HOW TO COMPLETE THIS TASK. What is needed is the number of lines below that contain the word "counter", with no other output.
*** Opening of LISTED RECORDS ***
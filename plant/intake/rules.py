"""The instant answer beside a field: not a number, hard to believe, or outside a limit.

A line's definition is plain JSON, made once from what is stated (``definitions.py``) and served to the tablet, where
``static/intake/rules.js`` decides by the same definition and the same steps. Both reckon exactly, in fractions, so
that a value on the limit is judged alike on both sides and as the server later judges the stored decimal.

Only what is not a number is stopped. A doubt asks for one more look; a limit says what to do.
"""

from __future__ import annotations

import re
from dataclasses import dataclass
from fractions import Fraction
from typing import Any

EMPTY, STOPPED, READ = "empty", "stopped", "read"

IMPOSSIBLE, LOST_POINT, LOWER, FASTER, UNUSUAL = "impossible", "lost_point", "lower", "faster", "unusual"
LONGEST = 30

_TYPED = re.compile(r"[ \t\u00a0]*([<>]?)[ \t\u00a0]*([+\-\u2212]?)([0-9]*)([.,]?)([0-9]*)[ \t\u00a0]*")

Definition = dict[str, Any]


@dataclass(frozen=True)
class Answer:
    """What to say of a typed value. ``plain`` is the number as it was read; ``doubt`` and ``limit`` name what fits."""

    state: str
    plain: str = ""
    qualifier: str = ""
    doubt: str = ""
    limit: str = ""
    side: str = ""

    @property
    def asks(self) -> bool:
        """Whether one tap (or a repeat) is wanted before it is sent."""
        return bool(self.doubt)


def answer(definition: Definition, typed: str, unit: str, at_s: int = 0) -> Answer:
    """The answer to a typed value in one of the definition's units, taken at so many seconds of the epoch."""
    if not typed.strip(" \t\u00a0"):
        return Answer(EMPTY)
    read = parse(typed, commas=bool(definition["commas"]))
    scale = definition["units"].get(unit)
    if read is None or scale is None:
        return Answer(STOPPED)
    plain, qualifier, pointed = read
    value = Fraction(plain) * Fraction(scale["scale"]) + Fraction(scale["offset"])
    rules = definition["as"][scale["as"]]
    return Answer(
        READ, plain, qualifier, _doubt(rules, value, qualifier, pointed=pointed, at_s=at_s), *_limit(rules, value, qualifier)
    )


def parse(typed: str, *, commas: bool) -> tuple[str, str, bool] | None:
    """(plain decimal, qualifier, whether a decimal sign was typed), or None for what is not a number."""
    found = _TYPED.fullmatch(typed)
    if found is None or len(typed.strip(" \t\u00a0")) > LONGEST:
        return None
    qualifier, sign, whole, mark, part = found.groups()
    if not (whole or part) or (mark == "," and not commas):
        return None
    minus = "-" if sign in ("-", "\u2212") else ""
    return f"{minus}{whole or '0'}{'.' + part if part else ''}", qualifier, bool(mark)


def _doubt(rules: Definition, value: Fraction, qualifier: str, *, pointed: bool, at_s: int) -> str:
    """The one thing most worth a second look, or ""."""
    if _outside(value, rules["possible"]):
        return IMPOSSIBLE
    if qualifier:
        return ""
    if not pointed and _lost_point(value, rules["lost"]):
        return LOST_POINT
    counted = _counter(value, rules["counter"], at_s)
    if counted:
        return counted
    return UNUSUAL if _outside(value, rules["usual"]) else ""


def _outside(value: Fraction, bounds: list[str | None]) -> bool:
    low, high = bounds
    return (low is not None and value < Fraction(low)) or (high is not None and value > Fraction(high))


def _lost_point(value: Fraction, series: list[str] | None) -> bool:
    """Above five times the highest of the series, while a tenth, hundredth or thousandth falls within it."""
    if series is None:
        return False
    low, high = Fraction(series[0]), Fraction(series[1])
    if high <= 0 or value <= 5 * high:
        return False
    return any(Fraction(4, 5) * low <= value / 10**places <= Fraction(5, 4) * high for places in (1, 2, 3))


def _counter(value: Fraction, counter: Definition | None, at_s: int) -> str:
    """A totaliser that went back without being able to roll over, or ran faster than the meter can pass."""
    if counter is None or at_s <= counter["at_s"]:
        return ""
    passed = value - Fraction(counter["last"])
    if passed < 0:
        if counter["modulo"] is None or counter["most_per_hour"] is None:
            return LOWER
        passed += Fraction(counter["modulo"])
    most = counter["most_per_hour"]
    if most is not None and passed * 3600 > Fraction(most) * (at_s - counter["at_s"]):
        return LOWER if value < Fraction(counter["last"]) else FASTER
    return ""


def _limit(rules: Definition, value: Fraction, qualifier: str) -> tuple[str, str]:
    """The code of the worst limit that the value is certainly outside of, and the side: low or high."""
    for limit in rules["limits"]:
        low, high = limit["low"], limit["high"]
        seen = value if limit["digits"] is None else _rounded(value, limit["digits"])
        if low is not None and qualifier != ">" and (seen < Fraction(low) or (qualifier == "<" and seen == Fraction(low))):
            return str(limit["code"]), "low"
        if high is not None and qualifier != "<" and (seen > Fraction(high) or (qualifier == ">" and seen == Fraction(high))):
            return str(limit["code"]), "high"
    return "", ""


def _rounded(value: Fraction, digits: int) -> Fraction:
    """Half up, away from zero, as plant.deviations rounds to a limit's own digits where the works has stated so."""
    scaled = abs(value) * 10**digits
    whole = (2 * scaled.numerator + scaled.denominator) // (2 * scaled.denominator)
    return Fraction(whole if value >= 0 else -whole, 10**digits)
*** Close of LISTED RECORDS ***
*** Opening of LISTED RECORDS ***
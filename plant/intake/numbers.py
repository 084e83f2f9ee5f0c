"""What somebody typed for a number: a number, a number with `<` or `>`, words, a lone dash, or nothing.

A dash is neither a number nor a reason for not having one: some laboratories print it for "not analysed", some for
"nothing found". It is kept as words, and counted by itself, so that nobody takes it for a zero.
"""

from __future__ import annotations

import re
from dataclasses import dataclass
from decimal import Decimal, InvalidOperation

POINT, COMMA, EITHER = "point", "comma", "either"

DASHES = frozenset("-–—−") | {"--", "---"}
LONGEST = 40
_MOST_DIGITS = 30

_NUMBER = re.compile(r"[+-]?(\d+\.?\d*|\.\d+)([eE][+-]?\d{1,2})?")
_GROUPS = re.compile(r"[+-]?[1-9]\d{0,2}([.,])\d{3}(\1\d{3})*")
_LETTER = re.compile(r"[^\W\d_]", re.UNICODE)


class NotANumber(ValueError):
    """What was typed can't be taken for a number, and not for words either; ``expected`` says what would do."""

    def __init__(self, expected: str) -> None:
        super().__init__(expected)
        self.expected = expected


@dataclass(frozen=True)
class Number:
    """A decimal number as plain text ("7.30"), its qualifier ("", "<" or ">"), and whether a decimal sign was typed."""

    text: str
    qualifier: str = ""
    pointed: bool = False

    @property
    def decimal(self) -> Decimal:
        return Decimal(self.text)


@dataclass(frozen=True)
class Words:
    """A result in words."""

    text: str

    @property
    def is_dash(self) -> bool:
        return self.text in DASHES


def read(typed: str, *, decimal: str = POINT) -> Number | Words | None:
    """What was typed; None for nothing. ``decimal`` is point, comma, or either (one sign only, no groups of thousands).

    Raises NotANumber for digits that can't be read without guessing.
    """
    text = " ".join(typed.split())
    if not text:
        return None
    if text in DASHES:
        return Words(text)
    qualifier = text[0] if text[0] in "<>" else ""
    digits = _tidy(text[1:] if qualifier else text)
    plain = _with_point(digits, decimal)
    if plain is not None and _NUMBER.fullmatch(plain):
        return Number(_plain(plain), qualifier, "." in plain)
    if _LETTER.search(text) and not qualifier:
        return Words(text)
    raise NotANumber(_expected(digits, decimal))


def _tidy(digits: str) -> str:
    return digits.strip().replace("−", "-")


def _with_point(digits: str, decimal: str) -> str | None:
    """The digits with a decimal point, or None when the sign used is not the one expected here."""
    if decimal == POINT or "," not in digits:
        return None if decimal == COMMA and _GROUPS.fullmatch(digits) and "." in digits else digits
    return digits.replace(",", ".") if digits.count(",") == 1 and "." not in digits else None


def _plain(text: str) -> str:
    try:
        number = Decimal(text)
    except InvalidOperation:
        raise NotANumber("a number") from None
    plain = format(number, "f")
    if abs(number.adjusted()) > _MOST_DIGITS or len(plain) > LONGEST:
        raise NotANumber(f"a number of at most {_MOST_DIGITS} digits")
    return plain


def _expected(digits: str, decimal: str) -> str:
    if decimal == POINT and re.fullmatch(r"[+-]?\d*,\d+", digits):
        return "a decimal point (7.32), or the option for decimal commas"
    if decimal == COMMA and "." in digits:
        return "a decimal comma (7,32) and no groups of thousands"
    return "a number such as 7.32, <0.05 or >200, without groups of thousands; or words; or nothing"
*** Close of LISTED RECORDS ***
EXERCISE ANSWER. 9